Embodiment and Skill Transfer

The framework enables cross-embodiment skill transfer: skills learned by one robot (WidowX) but not encountered by another (Google or Realman) can be reliably executed. On a set of eight novel skills for the Google robot, VideoVLA exceeds CogACT by 28 points (average 48.6% vs 20.4%). In real-world cross-embodiment evaluation, VideoVLA reached 58% average success on challenging skills such as "topple", "wipe", and "take out," where competitive baselines perform poorly.

Imagination-Execution Alignment and Analysis

The paper provides quantitative and qualitative analyses of the alignment between imagined futures and physical execution. Visual imagination success is strongly predictive of actual execution reliability, with high robot motion similarity correlating with task success.

Figure 3: Robot motion similarity between predicted imaginations and actual executions is tightly coupled to task completion rate, as shown for both Google and WidowX robots.

Figure 4: Qualitative alignment between VideoVLA’s imagined visual futures and real-world executions in manipulation tasks.

Further experiments demonstrate that visual imagination is generally more reliable, with success rates (84% for novel objects) exceeding those of physical execution (65%); this gap is attributed to real-world actuation and perception failures.

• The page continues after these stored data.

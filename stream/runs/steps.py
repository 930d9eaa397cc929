"""The loop of every run that learns: blocks of a source in, a model, metrics and rejects brought up to date.

Order of events for a block: decode, batch, judge rejects, predict then update, sweep, metrics. Blocks are
cut so that windows and checkpoints fall between them.
"""

from __future__ import annotations

from collections.abc import Callable, Mapping
from typing import Any, Generic, TypeVar

import numpy as np
import numpy.typing as npt

from stream.decoding import Decoder
from stream.features import Batcher
from stream.message import Block, Examples, Reject, Source
from stream.metrics import Progress, WindowRow
from stream.rejects import RejectLog
from stream.runs.presence import Presence
from stream.runs.table_model import TableModel
from stream.settings import Settings

__all__ = ["BLOCK", "OnScored", "Steps", "is_sliced"]

BLOCK = 1024
"""Messages in a block at most: enough to spread the cost of a call, few enough to stay in the cache."""

OnScored = Callable[[Block, npt.NDArray[np.int64], npt.NDArray[np.float64]], None]
M = TypeVar("M", bound=TableModel)


class Steps(Generic[M]):
    """A model of any kind, what is counted about it, and the step that moves both on by one block.

    `messages`: read over all epochs, rejected ones too. Metrics and rejects count the first epoch only.
    `on_scored` is given each block with the rows that have a margin (int64[m]) and those margins, from before
    their update.
    """

    def __init__(
        self,
        settings: Settings,
        model: M,
        progress: Progress,
        rejects: RejectLog,
        on_scored: OnScored | None = None,
    ) -> None:
        self._settings = settings
        self._on_scored = on_scored
        self._decoder = Decoder(settings)
        self._batcher = Batcher(settings)
        self._slice_path = _slice_path(settings)
        self.presence = Presence(settings)
        self.model, self.progress, self.rejects = model, progress, rejects
        self.messages = self.tokens = self.epoch = 0
        self.position: Mapping[str, Any] | None = None

    def step(self, source: Source, limit: int) -> WindowRow | bool:
        """Reads and learns one block of at most `limit` messages.

        Returns False at the end of the source, the window's row when one was filled, else True. Raises
        BadData when too many messages are rejected; nothing of that block has then been learned.
        """
        first_epoch = self.epoch == 0
        most = min(limit, BLOCK)
        block = source.read(min(most, self.progress.window_left) if first_epoch else most)
        if not len(block):
            return False
        examples, rejects = self._decoder.decode(block)
        self.presence.observe(examples)
        batch, over = self._batcher.batch(examples)
        if first_epoch:
            self.rejects.add(block, rejects + over, self.messages)
        margins = self.model.predict_then_update(batch)
        if self._on_scored is not None:
            self._on_scored(block, _without(examples.rows, over), margins)
        self.messages += len(block)
        self.tokens += len(batch.addresses)
        self.position = source.position()
        if first_epoch:
            codes = self._slice_codes(examples, over)
            self.progress.observe(
                margins, batch.labels, batch.weights, codes, rejected=len(block) - len(batch)
            )
            if self.progress.window_left == 0:
                return self.progress.close_window(self.model.nnz, self.model.live)
        return True

    def _slice_codes(self, examples: Examples, over: list[Reject]) -> npt.NDArray[np.int64] | None:
        if self._slice_path is None:
            return None
        values = examples.columns[self._slice_path]
        if over:
            gone = {reject.row for reject in over}
            values = [
                value for value, row in zip(values, examples.rows.tolist(), strict=True) if row not in gone
            ]
        return self.progress.slices.codes(values)


def is_sliced(settings: Settings) -> bool:
    """Whether metrics are wanted by slice."""
    return _slice_path(settings) is not None


def _without(rows: npt.NDArray[np.int64], over: list[Reject]) -> npt.NDArray[np.int64]:
    return rows[~np.isin(rows, [reject.row for reject in over])] if over else rows


def _slice_path(settings: Settings) -> str | None:
    by = settings.metrics.slice_by
    return next((field.path for field in settings.fields if field.name == by), None)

Comparative and Ablative Insights

The paper exposes the limitations of alternatives:

Training from scratch or using lower-fidelity generators yields dramatically reduced task performance.
The dual-prediction approach is necessary—action or video-only modeling collapses both in-domain and generalization capabilities.
Joint bidirectional attention across modalities (not causal masking) is essential for cross-modal semantic and physical alignment.
Synchronous diffusion schedules outperform asynchronous variants, reflecting the temporally aligned nature of vision and action modalities.
Longer time horizon prediction (more future frames) enables better anticipation and planning, with monotonic improvements in performance.

Theoretical and Practical Implications

VideoVLA substantiates the proposition that generative models trained on large-scale video data encode rich knowledge of physical causality, object affordances, and semantic mapping between instructions, perceptions, and actions. By transforming such generators into unified robot policies, the work breaks a bottleneck in generalization, which remains a challenge for understanding-based approaches.

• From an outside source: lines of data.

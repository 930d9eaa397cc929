"""A log in, learned over once in order: checkpoints on the way, a snapshot and metrics out."""

from __future__ import annotations

import time
from collections.abc import Callable
from pathlib import Path

from stream.checkpoints import Checkpoints
from stream.errors import BadSettings
from stream.metrics import WindowRow
from stream.runs.learning import LearningRun
from stream.runs.loop import OnWindow, begin, learn, refuse_used
from stream.runs.pacing import Pacer
from stream.runs.presence import refuse_unlearnable
from stream.runs.result import RunResult, result_of
from stream.runs.stopping import stop_on_signal
from stream.settings import Settings
from stream.snapshots import Snapshots
from stream.sources import LogSource
from stream.state_folder import StateFolder

__all__ = ["replay"]

OnProgress = Callable[[float | None, int], None]


def replay(
    settings: Settings,
    folder: Path,
    *,
    resume: bool = False,
    fresh: bool = False,
    accept_settings: bool = False,
    epochs: int = 1,
    on_window: OnWindow = lambda row: None,
    progress: OnProgress = lambda fraction, messages: None,
) -> RunResult:
    """Learns over the log of `settings.feed`, keeping state in `folder`.

    `resume`: go on from the newest whole checkpoint, if there is one; `fresh`: start anew; without either
    a used state folder is refused. `accept_settings`: go on with settings other than the checkpoint's
    (docs/settings.md says which can change). `epochs`: passes over the log (>= 1). `on_window` is given each
    window's row, `progress` the share of the log read (None where unknown) and the messages so far.
    SIGINT and SIGTERM end the run after the block at hand, with a checkpoint and a snapshot; a second
    one ends it at once. Raises what the stages raise; the last checkpoint is then whole.
    """
    refuse_unlearnable(settings)
    _refuse_topic(settings)
    began = time.monotonic()
    with StateFolder(folder) as state, stop_on_signal() as stopping:
        checkpoints = Checkpoints(state.checkpoints, settings.state.keep_checkpoints)
        snapshots = Snapshots(state.snapshots, settings.state.keep_snapshots)
        refuse_used(state, snapshots, resume=resume, fresh=fresh)
        run, warnings, resumed_from = begin(
            settings, state, checkpoints, journalled=False, accept=accept_settings
        )
        pacer = Pacer(run, settings, checkpoints)
        windows: list[WindowRow] = []

        def keep(row: WindowRow) -> None:
            windows.append(row)
            on_window(row)

        _learn(run, settings, epochs, pacer, keep, progress, stopping)
        pacer.checkpoint()
        weights = run.model.weights()
        snapshot = snapshots.write(run.messages, weights, run.about_snapshot())
        run.rejects.close()
        metrics = run.progress
        if metrics.window_left < metrics.window:
            keep(WindowRow(metrics.messages, metrics.window_summary(), len(weights), run.model.live))
        return result_of(
            run,
            windows,
            nnz=len(weights),
            seconds=time.monotonic() - began,
            resumed_from=resumed_from,
            checkpoints=pacer.written,
            snapshot=snapshot,
            interrupted=bool(stopping),
            warnings=warnings,
        )


def _refuse_topic(settings: Settings) -> None:
    if settings.feed.kind != "log":
        raise BadSettings(
            'replay reads logs: set feed.kind = "log" with feed.paths. A topic is learned by `bedload work`, '
            "and again in the same order by `bedload replay --journal STATE`"
        )


def _learn(
    run: LearningRun,
    settings: Settings,
    epochs: int,
    pacer: Pacer,
    on_window: OnWindow,
    progress: OnProgress,
    stopping: list[int],
) -> None:
    """Runs to the end of the last epoch, or until a signal came."""
    if run.epoch >= epochs:
        raise BadSettings(
            f"the checkpoint is in epoch {run.epoch + 1}, beyond --epochs {epochs}: "
            f"give at least {run.epoch + 1}"
        )
    while not stopping:
        source = LogSource(settings.feed.paths, settings.folder, settings.feed.max_line_bytes)

        def over(read: bool, source: LogSource = source) -> bool:
            fraction = source.fraction_read()
            progress(None if fraction is None else (run.epoch + fraction) / epochs, run.messages)
            return not read

        try:
            if run.position is not None:
                source.seek(dict(run.position))
            learn(run, source, pacer, stopping, on_window, over)
        finally:
            source.close()
        if stopping or run.epoch + 1 == epochs:
            return
        run.next_epoch()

The practical upshot is the feasibility of scalable, broadly capable robot models deployable in open-world environments. The dual-prediction design establishes a mechanism for implicit uncertainty estimation (execution reliability can be inferred from the quality of imagined futures), potentially informing downstream policy selection, multi-agent planning, or self-improvement via simulated imagination.

Persistent limitations relate to inference speed, stemming from large-scale backbone requirements. Suggestions for mitigating these issues include smaller robot-oriented generator pretraining, shortcut/one-step denoising, and model distillation techniques.

Figure 5: VideoVLA predictions and real-world task executions illustrate robust alignment and performance in manipulation tasks with unknown objects.

Figure 6: Visualization of successful imaginations and executions in simulation, highlighting generalization and robustness.

Conclusion

VideoVLA demonstrates that large-scale video generators can be adapted into general-purpose robot manipulators that jointly predict actions and anticipated visual outcomes, enabling robust generalization to novel tasks, objects, and skills in both simulated and real environments. Empirical analyses confirm that the quality of visual imagination is a reliable proxy for action plan reliability, with strong statistical and qualitative links to successful task execution. The approach signals a practical pathway toward scalable, generalist robot control systems grounded in generative modeling rather than perceptual understanding, offering foundational advances for AI-driven manipulation and closing the gap to broader embodied intelligence.